House - indeterminate date, Corrandrum, Co. Galway
Co. Galway |
House
In the townland of Corrandrum, in County Galway, there is a house that nobody can quite date.
It has been formally recorded as an archaeological monument, assigned a classification, and noted on the national register, yet the century in which it was built remains officially unresolved. That designation, indeterminate date, is rarer than it might sound. Most structures, even ruined ones, leave behind enough in their stonework, their mortar, or their ground plan to allow at least a rough attribution. That this one does not, or has not yet, gives it a quietly anomalous status among the catalogued built heritage of the west of Ireland.

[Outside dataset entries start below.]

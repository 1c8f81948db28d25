"""The workbook on paper: the demo plan and an invented 1,000-site plan rendered by
LibreOffice (a real client; CI installs it and poppler before the tests).

Checks: the 1,000-site workbook prints in at most 80 pages; crew-page text is at least
8 pt as printed (cell style x print scale in the file, word heights in the PDF); no crew
cell's text runs into the next column; the Spending sheet's reconciliation lines hold
to the cent; the demo plan serves every site and exits 0. The 1,000-site plan is the
invented fixture of tests/plan_fixture.py (no plan run); the demo runs with its
sensitivity cases off, which leaves the plan itself unchanged.
"""

from __future__ import annotations

import json
import os
import re
import shutil
import subprocess
from pathlib import Path

import openpyxl
import pytest
from click.testing import CliRunner
from plan_fixture import make_plan

from planner.cli import cli
from planner.report import write_workbook
from planner.report.crew_sheet import COLUMNS, LINE_PT, row_height_pt

REPO = Path(__file__).resolve().parents[1]
#: The page limit of a 1,000-site workbook printed whole.
MAX_PAGES_1000 = 80
#: Smallest text size a printed work instruction may use [pt].
MIN_PRINTED_PT = 8.0
CREW = "Crew trips"

_NO_RENDERER = not os.environ.get("CI") and not (shutil.which("soffice") and shutil.which("pdftotext"))
pytestmark = pytest.mark.skipif(_NO_RENDERER, reason="LibreOffice (soffice) or pdftotext is not installed")


@pytest.fixture(scope="module")
def rendered(tmp_path_factory):
    """{name: (xlsx, pdf)} for the demo and the 1,000-site fixture, plus the demo's JSON."""
    folder = tmp_path_factory.mktemp("print")
    for path in (REPO / "scenarios").glob("corvale*"):  # the study and every file it names
        shutil.copy(path, folder / path.name)
    with (folder / "corvale.toml").open("a", encoding="utf-8") as fh:
        fh.write("\n[output]\nsensitivity = false\n")
    demo = folder / "demo.xlsx"
    result = CliRunner().invoke(cli, ["--quiet", "plan", str(folder / "corvale.toml"), "--out", str(demo),
                                      "--json", str(folder / "demo.json"), "--workers", "1"])
    fleet = write_workbook(make_plan(1000, seed=3, lost_load=True), folder / "fleet.xlsx")
    profile = f"-env:UserInstallation={(folder / 'lo-profile').as_uri()}"
    subprocess.run(["soffice", profile, "--headless", "--convert-to", "pdf", "--outdir", str(folder),
                    str(demo), str(fleet)], check=True, capture_output=True, timeout=600)
    return {"demo": (demo, folder / "demo.pdf"), "fleet": (fleet, folder / "fleet.pdf"),
            "exit_code": result.exit_code, "output": result.output,
            "json": json.loads((folder / "demo.json").read_text(encoding="utf-8"))
            if (folder / "demo.json").is_file() else {}}


def _pages(pdf: Path) -> int:
    info = subprocess.run(["pdfinfo", str(pdf)], check=True, capture_output=True, text=True).stdout
    return int(re.search(r"Pages:\s+(\d+)", info).group(1))


_WORD = re.compile(r'<word xMin="([\d.]+)" yMin="([\d.]+)" xMax="([\d.]+)" yMax="([\d.]+)">([^<]*)</word>')
_PAGE = re.compile(r"<page [^>]*>(.*?)</page>", re.S)


def _crew_pages(pdf: Path) -> list[list[tuple[float, float, float, float, str]]]:
    """Words (x0, y0, x1, y1, text) of every page whose footer names the crew sheet."""
    xml = subprocess.run(["pdftotext", "-bbox", str(pdf), "-"], check=True, capture_output=True,
                         text=True, timeout=300).stdout
    pages = []
    for body in _PAGE.findall(xml):
        words = [(float(a), float(b), float(c), float(d), w) for a, b, c, d, w in _WORD.findall(body)]
        footer = " ".join(w[4] for w in words if w[1] > 540)
        if footer.startswith("Crew trips page"):
            pages.append(words)
    return pages


def test_demo_serves_every_site_and_exits_0(rendered):
    # The demo stays fully served: exit 0 (README: 3 only when some site cannot be served).
    assert rendered["exit_code"] == 0, rendered["output"]
    attention = rendered["json"]["needs_attention"]
    assert attention["sites_not_served"] == [] and attention["lost_load_threshold_frac"] == 0.01


def test_1000_site_workbook_prints_in_at_most_80_pages(rendered):
    pages = _pages(rendered["fleet"][1])
    demo_pages = _pages(rendered["demo"][1])
    print(f"pages: 1,000 sites {pages}, demo {demo_pages}")
    assert pages <= MAX_PAGES_1000
    assert 10 <= demo_pages < pages


@pytest.mark.parametrize("name", ["demo", "fleet"])
def test_crew_text_is_at_least_8_pt_as_printed(rendered, name):
    xlsx, pdf = rendered[name]
    ws = openpyxl.load_workbook(xlsx, rich_text=True)[CREW]
    assert not ws.sheet_properties.pageSetUpPr.fitToPage  # printed at its own scale
    scale = int(ws.page_setup.scale or 100) / 100.0
    sizes = []
    for row in ws.iter_rows():
        for cell in row:
            if cell.value is None:
                continue
            runs = getattr(cell.value, "__iter__", None) and not isinstance(cell.value, str | int | float)
            if runs:  # rich text: every run's own size
                sizes += [float(block.font.sz) for block in cell.value if hasattr(block, "font")]
            else:
                sizes.append(float(cell.font.sz or 11))
    assert min(sizes) * scale >= MIN_PRINTED_PT
    # In the PDF: word boxes are the font size x the font's ascent plus descent; the title
    # (14 pt) gives that ratio, and no word is shorter than 8 pt at it.
    pages = _crew_pages(pdf)
    assert pages
    title = next(w for w in pages[0] if w[4] == "Crew")
    ratio = (title[3] - title[1]) / 14.0
    smallest = min(w[3] - w[1] for page in pages for w in page)
    assert smallest / ratio >= MIN_PRINTED_PT - 0.05


@pytest.mark.parametrize("name", ["demo", "fleet"])
def test_crew_cells_wrap_within_their_column(rendered, name):
    xlsx, pdf = rendered[name]
    ws = openpyxl.load_workbook(xlsx)[CREW]
    # In the file: every text cell wraps, and its row is as tall as the lines it needs.
    merged = {r.min_row for r in ws.merged_cells.ranges}
    widths = [w for _, w in COLUMNS]
    for row in ws.iter_rows(min_row=3):
        values = [c.value for c in row[:len(COLUMNS)]]
        if row[0].row in merged or all(v is None for v in values):
            continue
        for cell in row:
            if isinstance(cell.value, str):
                assert cell.alignment.wrap_text, (cell.coordinate, cell.value)
        if isinstance(values[0], int) or values[1] == "Site":
            assert ws.row_dimensions[row[0].row].height >= row_height_pt(values, widths) - 1e-9
    # On paper: no word of a cell crosses into the next column, and no two words overlap
    # (text printed over the next row). Columns start where the header words start.
    pages = _crew_pages(pdf)
    header = next(p for p in pages if any(w[4] == "Install" for w in p))
    y_head = next(w[1] for w in header if w[4] == "Install")
    starts = sorted(w[0] for w in header if abs(w[1] - y_head) < 1 and w[4] in
                    ("Site", "Install", "Charger", "Thermal", "Remove", "Access"))
    assert len(starts) == len(COLUMNS) - 1
    for words in pages:
        body = [w for w in words if w[1] < 540]
        # a line is the words on one baseline (runs of different sizes share it)
        lines: list[list] = []
        for w in sorted(body, key=lambda w: w[3]):
            if lines and w[3] - lines[-1][-1][3] < 2.0:
                lines[-1].append(w)
            else:
                lines.append([w])
        for line in lines:
            line.sort()
            first = line[0]
            if first[4] == "Notes:" or (first[0] < starts[0] - 1 and not first[4].isdigit()):
                continue  # merged cells: the title and intro, a trip's heading, a site's notes
            for x0, _, x1, _, text in line:
                later = [s for s in starts if s > x0 + 0.5]
                if later:
                    assert x1 <= later[0] + 0.5, (text, x0, x1, later[0])
        # word boxes of two lines of one cell touch by about 1 pt (line spacing below the box
        # height); text printed over another row overlaps by most of a line
        for a, b in zip(sorted(body), sorted(body)[1:]):
            overlap_x = min(a[2], b[2]) - max(a[0], b[0])
            overlap_y = min(a[3], b[3]) - max(a[1], b[1])
            assert overlap_x <= 0.5 or overlap_y <= 2.0, (a, b)
    assert LINE_PT * 1.0 >= 8 * 1.22  # a line holds 8 pt text (ascent plus descent 1.22 em)


@pytest.mark.parametrize("name", ["demo", "fleet"])
def test_reconciliation_lines_hold_to_the_cent(rendered, name):
    ws = openpyxl.load_workbook(rendered[name][0])["Spending by year"]
    rows = list(ws.iter_rows(values_only=True))
    top = next(i for i, r in enumerate(rows) if r[0] == "Reconciliation") + 1
    header = rows[top]
    col = {h: i for i, h in enumerate(header) if h}
    checks = []
    for r in rows[top + 1:]:
        if r[col["Holds to the cent"]] is None:
            break
        checks.append(r)
    assert len(checks) == 6  # total, four cost groups, trips against the Trip list
    for r in checks:
        mine, theirs = r[col["This sheet [EUR]"]], r[col["Compared with [EUR]"]]
        assert abs(mine - theirs) <= 0.005, r[0]
        assert r[col["Holds to the cent"]] == "yes", r[0]


def test_demo_assumptions_name_sources_a_reader_has(rendered):
    # Sources point at published work or the trade, never at files the reader lacks.
    plan = rendered["json"]
    for row in plan["assumptions"]:
        assert not re.search(r"research note|DESIGN\.md|\.md\b|§", str(row["source"])), row
    ws = openpyxl.load_workbook(rendered["demo"][0])["Assumptions and sources"]
    rows = [r for r in ws.iter_rows(min_row=5, values_only=True) if r[0]]
    # each study setting listed once (with the unit of the study-file reference): the plan's
    # study block adds only what the study's own rows do not list
    settings = [(r[0], r[1]) for r in rows if str(r[0]).startswith("study")]
    assert len(settings) == len(set(settings)) and ("study [study]", "horizon_years") in settings
    listed = {name for group, name in settings if group == "study [study]"}
    assert not listed & {name for group, name in settings if group == "study"}
    # the solver's figures moved here from the Summary
    assert "how the plan was found" in {r[0] for r in rows}


def test_demo_oversize_step_is_one_of_the_study_sizes(rendered):
    # The pack built is rounded to whole cells, so its ratio to the 1x size (1.03) need not
    # be a study size; the step that gave it is.
    plan = rendered["json"]
    sizes = {1.0, 1.25, 1.5, 2.0, 3.0}  # scenarios/corvale.toml [candidates] oversize_factors
    primary_years = {2.0, 5.0, 10.0, 15.0}  # planner.designs.candidates.PRIMARY_YEARS_OF_LOAD
    for site in plan["sites"]:
        allowed = primary_years if site["chemistry"] == "lisocl2" else sizes
        assert site["oversize_factor_step"] in allowed, site["id"]
        for pack in site["replacements"]:
            allowed = primary_years if pack["chemistry"] == "lisocl2" else sizes
            assert pack["oversize_factor_step"] in allowed, (site["id"], pack["year"])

Corrandrum is a small rural townland in Galway, part of a landscape that has been continuously settled, farmed, and abandoned in various configurations across many centuries. Houses in such townlands can range from early post-medieval vernacular dwellings to nineteenth-century cottages thrown up during periods of population growth, or left empty after the Famine. Without more detail from the physical record, it is impossible to say which tradition this structure belongs to, or whether it sits somewhere outside those familiar categories entirely. That uncertainty is not necessarily a failure of investigation; some buildings simply resist easy reading, particularly when they have been altered, reused, or left to decay in ways that obscure their original fabric.